[Start of Attachment]

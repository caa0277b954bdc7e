"""A versioned, content-checked registry of surrogates: an SQLite index plus one folder per version.

Downstream users load "the accepted surrogate for X" and must receive exactly the bytes that passed
the check, with the evidence beside them. Teams register from scripts and schedulers at the same
time. So the registry guarantees:

* **Immutability.** The files of a version folder ``<home>/<name>/<version>/`` are written once
  and never changed: ``model.json`` and ``record.json`` (always), and ``scorecard.json``,
  ``report.html``, ``fit-settings.json`` (or ``.toml``) and ``evidence.npz`` when given. Beside
  them, ``status.json`` is the folder's own status record (name, version, status, every event,
  the sha256 of ``record.json``, a ``committed`` flag); it is the one file that changes, replaced
  atomically inside the same write transaction as every status change or event.
* **Integrity.** The sha256 of every file is stored in the index (and in ``record.json``) and
  checked on every load; a changed byte raises :class:`~ergodex.exceptions.IntegrityError` naming
  the file, the expected and the actual hash. Reads that show a status or a verdict
  (:meth:`Registry.get`, :meth:`Registry.versions`, :meth:`Registry.list_models`) hash every file
  too and mark a changed version ``integrity="failed"`` instead of raising.
* **Concurrency.** Version numbers are handed out inside one ``BEGIN IMMEDIATE`` transaction, so
  several processes registering the same name at once receive 1, 2, 3, … with no gap or repeat.
* **Crash safety.** Files are first written (and fsynced) into ``<home>/.staging/<entry>/``; then,
  inside one write transaction, the next number is chosen, the staging folder is renamed to
  ``<home>/<name>/<version>/`` and the version is indexed; the commit is the moment the version
  exists, and the folder's ``status.json`` is then marked committed. A process killed before the
  commit leaves a staging entry or an uncommitted folder; neither is ever visible, and both are
  *moved* to ``<home>/.quarantine/`` when a :class:`Registry` is next opened.
* **Recovery, never deletion.** Opening a registry compares the index with the folders' own
  records. A committed folder the index lacks, or knows only in an older state (fewer events),
  is indexed again from ``record.json`` and ``status.json`` (a ``recovered`` event is added and a
  warning logged): this rebuilds a missing, emptied or older index, and a corrupt index file is
  moved to the quarantine and replaced by a rebuilt one. A numbered folder without a valid record
  under a model's folder is quarantined. Nothing under the home is ever deleted by a read.
* **One accepted version per name.** Accepting a version retires the previously accepted one in
  the same transaction (event ``retired``, reason ``replaced by version N``), so ``load(name)``
  has exactly one candidate to return.
* **No code execution.** Everything is JSON, HTML or NPZ without object arrays; nothing is
  unpickled, so a registry copied from someone else can be loaded safely.

The home must be on a local filesystem: SQLite's WAL mode needs shared memory between the
processes that open the index, which network filesystems do not provide reliably.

[End of Attachment]

- EXERCISE REQUIREMENTS:
Return word for word the line with "the folders' own" and every line after it through the end of the records above.

- OUTPUT FOR THIS TASK:
* **Recovery, never deletion.** Opening a registry compares the index with the folders' own
  records. A committed folder the index lacks, or knows only in an older state (fewer events),
  is indexed again from ``record.json`` and ``status.json`` (a ``recovered`` event is added and a
  warning logged): this rebuilds a missing, emptied or older index, and a corrupt index file is
  moved to the quarantine and replaced by a rebuilt one. A numbered folder without a valid record
  under a model's folder is quarantined. Nothing under the home is ever deleted by a read.
* **One accepted version per name.** Accepting a version retires the previously accepted one in
  the same transaction (event ``retired``, reason ``replaced by version N``), so ``load(name)``
  has exactly one candidate to return.
* **No code execution.** Everything is JSON, HTML or NPZ without object arrays; nothing is
  unpickled, so a registry copied from someone else can be loaded safely.

The home must be on a local filesystem: SQLite's WAL mode needs shared memory between the
processes that open the index, which network filesystems do not provide reliably.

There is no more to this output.